Qual era il tuo obiettivo?

Finirlo, che per un neopro’ non è scontato. Sapevamo di non avere un leader, quindi potevamo giocare le nostre carte. Io mi sono buttato in qualche sprint, ho centrato due piazzamenti nei dieci e alla fine sono soddisfatto. Qualche dubbio di arrivare in fondo l’avevo, ma ero preparato a fare fatica e non riuscivo a immaginare di ritirarmi.

Come ti sei trovato in gruppo?

Bene, ho parlato con tutti e intanto marcavo a uomo Guarnieri per non andare fuori tempo massimo.
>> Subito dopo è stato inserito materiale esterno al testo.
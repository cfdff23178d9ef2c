"""A shorted capacitor.

The dielectric broken down: about an ohm across the capacitor.
"""

from __future__ import annotations

from fieldtool.core.circuit.netlist import Circuit, Params
from fieldtool.core.circuit.spec import Profile
from fieldtool.core.diagnosis.modes.base import (
    FaultMode,
    capacitor_index,
)

SHORT_OHMS = 1.0  # a failed-short part reads about an ohm (common practice, no source)


class CapacitorShort(FaultMode):
    """A shorted capacitor."""

    name = "short"
    applies_to = "capacitor"
    unit = None
    words = "shorted"

    def apply(
        self,
        circuit: Circuit,
        params: Params,
        target: str,
        severity: float | None,
        profile: Profile,
    ) -> None:
        """About an ohm across the capacitor."""
        params.c_gl[:, capacitor_index(circuit, target)] = 1.0 / SHORT_OHMS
Dove c’era Jacopo, c’ero io e stavo tranquillo,

E’ vero in primavera ti sei allenato spesso con Bennati?

Confermo. La mia ragazza si chiama Lavinia e abita dalle stesse parti, così mi è capitato di allenarmi con lui. Lo avevo conosciuto in Spagna, nella stessa corsa in cui cadde e si fece male alla schiena. Gli ho chiesto consigli, è diventato un punto di riferimento cui rubare i segreti del mestiere. Ci sentiamo spesso. La dritta più importante è stata quella di trovare il mio equilibrio. «Non impazzire dietro alle diete e alle preparazioni strane – mi ha detto – come accadde a me prima di un Tour, in cui ero magrissimo ma non avevo forza. In bici devi stare bene, altrimenti non rendi». E io vivo così, vado avanti a sensazioni e non peso il cibo.
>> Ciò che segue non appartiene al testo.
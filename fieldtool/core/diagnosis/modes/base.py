"""What every fault mode tells the rest of the tool.

A fault mode is one module with one ``FaultMode`` subclass, registered in
``fieldtool.core.diagnosis.modes``: what it applies to (a diode, a capacitor, or a board target
— the drive, the supply, the load), on which boards it can happen, the severities the fault
dictionary tries (its grid, scaled to the board), how it changes the netlist's element values,
and its words for the technician.
"""

from __future__ import annotations

import math
from abc import ABC, abstractmethod
from typing import ClassVar

import numpy as np

from fieldtool.core.circuit.netlist import Circuit, Params
from fieldtool.core.circuit.spec import Profile
from fieldtool.core.circuit.topologies import topology_of

PART_KINDS = ("diode", "capacitor")
BOARD_TARGETS = ("drive", "supply", "load")
NO_SEVERITY = (math.nan,)  # the grid of a mode without a severity
IDEAL_DIODE_DROP = 0.6  # V, for scaling grids only (common practice, no source)
SHORT_OHMS = 1.0  # a failed-short part reads about an ohm (common practice, no source)
# Shorts from a burnt part (ohms) to a welded one (milliohms), mild to gross, five points
# evenly spaced in log from 10 Ω to 10 mΩ (a factor of about 5.6 apart; common practice, no
# source): each short costs five variants in the fault dictionary.
SHORT_GRID_OHMS = (10.0, 1.78, 0.316, 0.0562, 0.01)
SHORT_MAX_OHMS = 100.0  # above this a part is leaky, not shorted

_EXAMPLES = {"ohms": "47k", "fraction": "0.3", "factor": "3"}


class FaultMode(ABC):
    """One catalogued way for a part or the board to fail (see the module docstring)."""

    name: ClassVar[str]  # as written in a fault spec: D5:open
    applies_to: ClassVar[str]  # "diode" | "capacitor" | "drive" | "supply" | "load"
    unit: ClassVar[str | None]  # severity unit: "ohms" | "fraction" | "factor"; None: none
    words: ClassVar[str]  # plain words: "lost capacitance"
    default_severity: ClassVar[float | None] = None  # used when a spec gives none (else needed)

    def available(self, profile: Profile) -> bool:
        """True when the mode can happen on this board (default: always)."""
        return True

    def grid(self, profile: Profile) -> tuple[float, ...]:
        """Severities the fault dictionary tries on this board, mild to gross."""
        return NO_SEVERITY

    @abstractmethod
    def apply(
        self,
        circuit: Circuit,
        params: Params,
        target: str,
        severity: float | None,
        profile: Profile,
    ) -> None:
        """Change ``params`` (every row, in place) as this fault of ``target`` would."""

    @property
    def example(self) -> str:
        """A severity to show in messages."""
        return _EXAMPLES.get(self.unit or "", "")

    def severity_problem(self, value: float) -> str | None:
        """Why a severity cannot be used for this mode, or None when it can."""
        if self.unit == "ohms" and value <= 0:
            return f"{self.name} needs a resistance above 0 ohms"
        if self.unit == "fraction" and not 0 < value < 1:
            return f"{self.name} needs the fraction left, between 0 and 1 (e.g. 0.3)"
        if self.unit == "factor" and value <= 1:
            return f"{self.name} needs a factor above 1 (e.g. 3)"
        return None

    def severity_words(self, severity: float, si: str) -> str:
        """The severity in words: ``(47kΩ)``, ``(30% left)``, ``(×3)``; ``si`` is it in SI."""
        if self.unit == "ohms":
            return f"({si}Ω)"
        if self.unit == "fraction":
            return f"({severity:.0%} left)"
        if self.unit == "factor":
            return f"(×{severity:g})"
        return ""


class ShortMode(FaultMode):
    """A part shorted: a low resistance across it, both ways.

    How low varies from part to part and failure to failure (milliohms for a welded junction
    or a metallised short, ohms for a burnt one), and what the board reads depends on it
    wherever the short is comparable with the source resistances around it; so the dictionary
    tries a range (``SHORT_GRID_OHMS``), marginalised like any other severity. A spec without
    a value (``D5:short``) means a typical short of ``SHORT_OHMS``.
    """

    name = "short"
    unit = "ohms"
    words = "shorted"
    default_severity = SHORT_OHMS

    def grid(self, profile: Profile) -> tuple[float, ...]:
        """10 Ω down to 10 mΩ, five points (mild to gross; ``SHORT_GRID_OHMS``)."""
        return SHORT_GRID_OHMS

    def severity_problem(self, value: float) -> str | None:
        """A short is above 0 and at most 100 Ω; above that it is a leak."""
        if not 0 < value <= SHORT_MAX_OHMS:
            return (
                f"{self.name} needs a resistance above 0 and at most {SHORT_MAX_OHMS:g} ohms "
                f"(e.g. 50m); a higher one is a leak: use leaky"
            )
        return None

    @staticmethod
    def siemens(severity: float | None) -> float:
        """The short's conductance: 1/``severity``, or 1/``SHORT_OHMS`` when none is given."""
        return 1.0 / (SHORT_OHMS if severity is None else severity)


def switching_ohms(profile: Profile) -> float:
    """1/(f·C) of one capacitor: the scale of a pump's per-stage losses (Seeman & Sanders,
    IEEE Trans. Power Electron. 23(2), 2008, slow-switching limit; from memory)."""
    return 1.0 / (profile.frequency_hz * profile.capacitor.farads)


def ideal_output_volts(profile: Profile) -> float:
    """The no-load output of the ideal multiplier (for scaling severity grids)."""
    return topology_of(profile).ideal_output_volts(profile, IDEAL_DIODE_DROP)


def load_ohms_equivalent(profile: Profile) -> float:
    """The load as a resistance: the profile's ohms, or output volts over a constant current."""
    if profile.load_ohms is not None:
        return profile.load_ohms
    amps = profile.load_amps or 0.0
    return abs(ideal_output_volts(profile)) / amps if amps > 0 else 1e9


def drive_sources(circuit: Circuit) -> list[int]:
    """Indices of the drive (or clock) sources."""
    return [i for i, s in enumerate(circuit.sources) if s.kind != "dc"]


def supply_sources(circuit: Circuit) -> list[int]:
    """Indices of the DC supply sources."""
    return [i for i, s in enumerate(circuit.sources) if s.kind == "dc"]


def diode_index(circuit: Circuit, target: str) -> int:
    """Column of a diode by default designator."""
    return circuit.diode_refs.index(target)


def capacitor_index(circuit: Circuit, target: str) -> int:
    """Column of a capacitor by default designator."""
    return circuit.cap_refs.index(target)


def at_most(values: np.ndarray, limit: float) -> np.ndarray:
    """``values`` clipped from above (a copy)."""
    return np.minimum(values, limit)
Il Giro ti ha detto che corridore sarai?

Sapevo di essere abbastanza veloce, ora ho capito che me la cavo anche in salita. Per cui, quando avrò la forza necessaria, potrò giocarmi le classiche dure che magari si chiudono in volata.
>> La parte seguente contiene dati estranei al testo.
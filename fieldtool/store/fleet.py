"""The fleet view from the store: the same view as from files, counted by the server.

The store's insert trigger keeps, per board, the confirmed failures (``board_failures``),
the parts repaired more than once (``board_repeats``) and the repairs with the days between
them (``board_view``), counted as ``history.fleet`` counts them (``schema``). A view then
sums those over the profile's boards in a few queries, and ``history.fleet.finish_view``
orders them exactly as the files' view does. Days are computed as the files compute them
(whole microseconds, then float division), so both views agree to the last bit.

When this fieldtool's fault catalogue or record schema differs from the one the store counted
with (another version), the per-board counts are made afresh at read time from ``repairs``
into temporary tables, with the same SQL, and summed the same way.

Boards holding records written before records named their session are grouped by position,
which needs the lines in order: those few boards are summarised from their lines with the
files' own code (``history.fleet.view_parts``) and added in.
"""

from __future__ import annotations

from fieldtool.core.history import NotFoundError, check_name
from fieldtool.core.history.fleet import (
    FleetView,
    RecurringBoard,
    RepeatRepair,
    ViewParts,
    finish_view,
    view_parts,
)
from fieldtool.core.history.fleet_cache import SKIPPED_KINDS, summarize_bytes
from fieldtool.store.columns import from_column, to_column
from fieldtool.store.config import StoreAddress
from fieldtool.store.connect import connected, driver
from fieldtool.store.schema import board_counts, catalogue, confirmed_filter, summaries_match

_TEMPORARY = """
CREATE TEMP TABLE IF NOT EXISTS board_failures (LIKE fieldtool.board_failures)
    ON COMMIT DELETE ROWS;
CREATE TEMP TABLE IF NOT EXISTS board_repeats (LIKE fieldtool.board_repeats)
    ON COMMIT DELETE ROWS;
CREATE TEMP TABLE IF NOT EXISTS board_view (LIKE fieldtool.board_view) ON COMMIT DELETE ROWS;
"""
_AT_READ_TIME = board_counts(
    "pg_temp",
    "SELECT profile, board FROM fieldtool.boards WHERE profile = %(profile)s",
    confirmed_filter("%(schema)s", "%(targets)s", "%(target_modes)s", "%(part_modes)s"),
)
_OF_PROFILE = "profile = %(profile)s AND board <> ALL(%(legacy)s)"
_OUTCOMES = f"""
SELECT CASE WHEN closed_tk IS NULL OR coalesce(outcome, '') = '' THEN 'open' ELSE outcome END,
    count(*)
FROM fieldtool.sessions WHERE {_OF_PROFILE} GROUP BY 1
"""
_FAILURES = f"""
SELECT designator, mode, sum(n), count(*), sum(verified)
FROM {{t}}.board_failures WHERE {_OF_PROFILE} GROUP BY designator, mode
"""
_REPAIRS = f"""
SELECT coalesce(sum(repairs), 0),
    (SELECT array_agg(gap) FROM {{t}}.board_view, unnest(gaps) gap WHERE {_OF_PROFILE})
FROM {{t}}.board_view WHERE {_OF_PROFILE}
"""
_RECURRING = """
SELECT v.board, v.repairs, v.first, v.last,
    array_agg(f.designator), array_agg(f.mode), array_agg(f.n)
FROM {t}.board_view v
JOIN {t}.board_failures f ON f.profile = v.profile AND f.board = v.board
WHERE v.repairs > 1 AND v.profile = %(profile)s AND v.board <> ALL(%(legacy)s)
GROUP BY v.board, v.repairs, v.first, v.last
"""
_REPEATS = f"""
SELECT board, designator, modes, times, shortest FROM {{t}}.board_repeats WHERE {_OF_PROFILE}
"""
_LEGACY_LINES = f"""
SELECT line FROM fieldtool.records
WHERE board = %s AND profile = %s AND kind NOT IN ({", ".join(f"'{k}'" for k in SKIPPED_KINDS)})
ORDER BY tk, seq
"""


def _snapshot(conn):
    """One transaction that sees one moment of the store, whatever pushes run meanwhile."""
    conn.isolation_level = driver().IsolationLevel.REPEATABLE_READ
    return conn.transaction()


def _prepare(conn, address: StoreAddress, profile_name: str) -> tuple[str, dict, list[str]]:
    """Where the per-board counts are (``fieldtool`` or ``pg_temp``), the query parameters
    and the boards holding records without a session id; an error for an unknown profile."""
    profile = to_column(profile_name)
    rows = conn.execute(
        "SELECT board, legacy > 0 FROM fieldtool.boards WHERE profile = %s", (profile,)
    ).fetchall()
    if not rows:
        known = sorted(from_column(p) for (p,) in conn.execute(
            "SELECT DISTINCT profile FROM fieldtool.boards"
        ))  # fmt: skip
        hint = f"profiles with histories: {', '.join(known)}" if known else "it holds none"
        raise NotFoundError(
            f"no histories for profile {profile_name!r} in the store at {address.shown}; {hint}"
        )
    legacy = [board for board, old in rows if old]
    params = {"profile": profile, "legacy": legacy, "boards": len(rows), **catalogue()}
    if summaries_match(conn, address.shown):
        return "fieldtool", params, legacy
    conn.execute(_TEMPORARY)
    for statement in _AT_READ_TIME:
        conn.execute(statement, params)
    conn.execute("ANALYZE pg_temp.board_failures, pg_temp.board_repeats, pg_temp.board_view")
    return "pg_temp", params, legacy


def _legacy_parts(conn, profile: str, legacy: list[str]) -> ViewParts:
    """The boards with records older than session ids, summarised from their lines."""
    summaries = []
    for board in legacy:
        lines = conn.execute(_LEGACY_LINES, (board, profile)).fetchall()
        data = "\n".join(line for (line,) in lines).encode("utf-8")
        summaries.append(summarize_bytes(from_column(board), data))
    return view_parts(summaries)


def _failures(conn, t: str, params: dict) -> dict[tuple[str, str], list[int]]:
    return {
        (from_column(d), from_column(m)): [count, boards, verified]
        for d, m, count, boards, verified in conn.execute(_FAILURES.format(t=t), params)
    }


def fleet_view(
    address: StoreAddress, profile_name: str, *, statement_timeout_s: float | None = None
) -> FleetView:
    """The fleet view of one profile from the store (same shape as from files)."""
    check_name(profile_name, "profile name")
    with connected(address, statement_timeout_s=statement_timeout_s) as conn, _snapshot(conn):
        t, params, legacy = _prepare(conn, address, profile_name)
        parts = ViewParts(boards=params["boards"] - len(legacy))
        for label, count in conn.execute(_OUTCOMES, params):
            parts.outcomes[from_column(label)] += count
        parts.failures = _failures(conn, t, params)
        parts.repairs, gaps = conn.execute(_REPAIRS.format(t=t), params).fetchone()
        parts.gaps = gaps or []
        for board, repairs, first, last, ds, ms, ns in conn.execute(_RECURRING.format(t=t), params):
            tally = sorted(zip(map(from_column, ds), map(from_column, ms), ns, strict=True))
            parts.recurring.append(
                RecurringBoard(from_column(board), repairs, tuple(tally), first, last)
            )
        for board, d, modes, times, shortest in conn.execute(_REPEATS.format(t=t), params):
            modes = tuple(map(from_column, modes))
            parts.repeats.append(
                RepeatRepair(from_column(board), from_column(d), modes, tuple(times), shortest)
            )
        parts.add(_legacy_parts(conn, params["profile"], legacy))
    return finish_view(profile_name, parts)


def confirmed_failures(
    address: StoreAddress, profile_name: str, *, statement_timeout_s: float | None = None
) -> dict[tuple[str, str], int]:
    """Confirmed failures of one board type in the store: (designator, mode) → count.

    A profile the store holds nothing of has none (an empty mapping), as from files.
    """
    check_name(profile_name, "profile name")
    try:
        with connected(address, statement_timeout_s=statement_timeout_s) as conn:
            with _snapshot(conn):
                t, params, legacy = _prepare(conn, address, profile_name)
                parts = ViewParts(failures=_failures(conn, t, params))
                parts.add(_legacy_parts(conn, params["profile"], legacy))
    except NotFoundError:
        return {}
    return {key: counts[0] for key, counts in parts.failures.items()}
Sei nella Lotto, la squadra additata per aver scatenato lo sciopero di Morbegno. Come è andata?

Sapevo poco. Da diversi giorni, sulla chat del Cpa i ragazzi dicevano di voler accorciare la tappa. Lo so bene perché ero in camera con Adam Hansen, che è il rappresentante dei corridori nel Cpa. Lo chiamavano da giorni, non so se abbiano avvertito prima Rcs, ma a quanto ho capito nessuno ha mosso un dito.

E poi?

E poi… volete ridere? Hansen quel giorno voleva andare in fuga, ce lo diceva da una settimana, perché sarebbe piovuto e a lui piace la pioggia. Così siamo andati alla partenza ed eravamo allineati in venti, ma all’improvviso Adam è stato chiamato ed è dovuto andare a parlare con Vegni per il ruolo che riveste. Mi dispiace per lui, ha dovuto farlo, ma avrebbe preferito andare in fuga.

I vertici del Cpa sono nella chat, quindi sapevano cosa si scriveva da giorni?

Immagino di sì.

Chiudiamo questa porta: cosa farai quest’inverno?

Bisognerà vedere le chiusure Covid. Non avrei fatto vacanze, preferisco starmene a casa. E per fortuna Lavinia è venuta su, quindi alla peggio resterà mia prigioniera a casa mia, a Busto Garolfo, in Lombardia.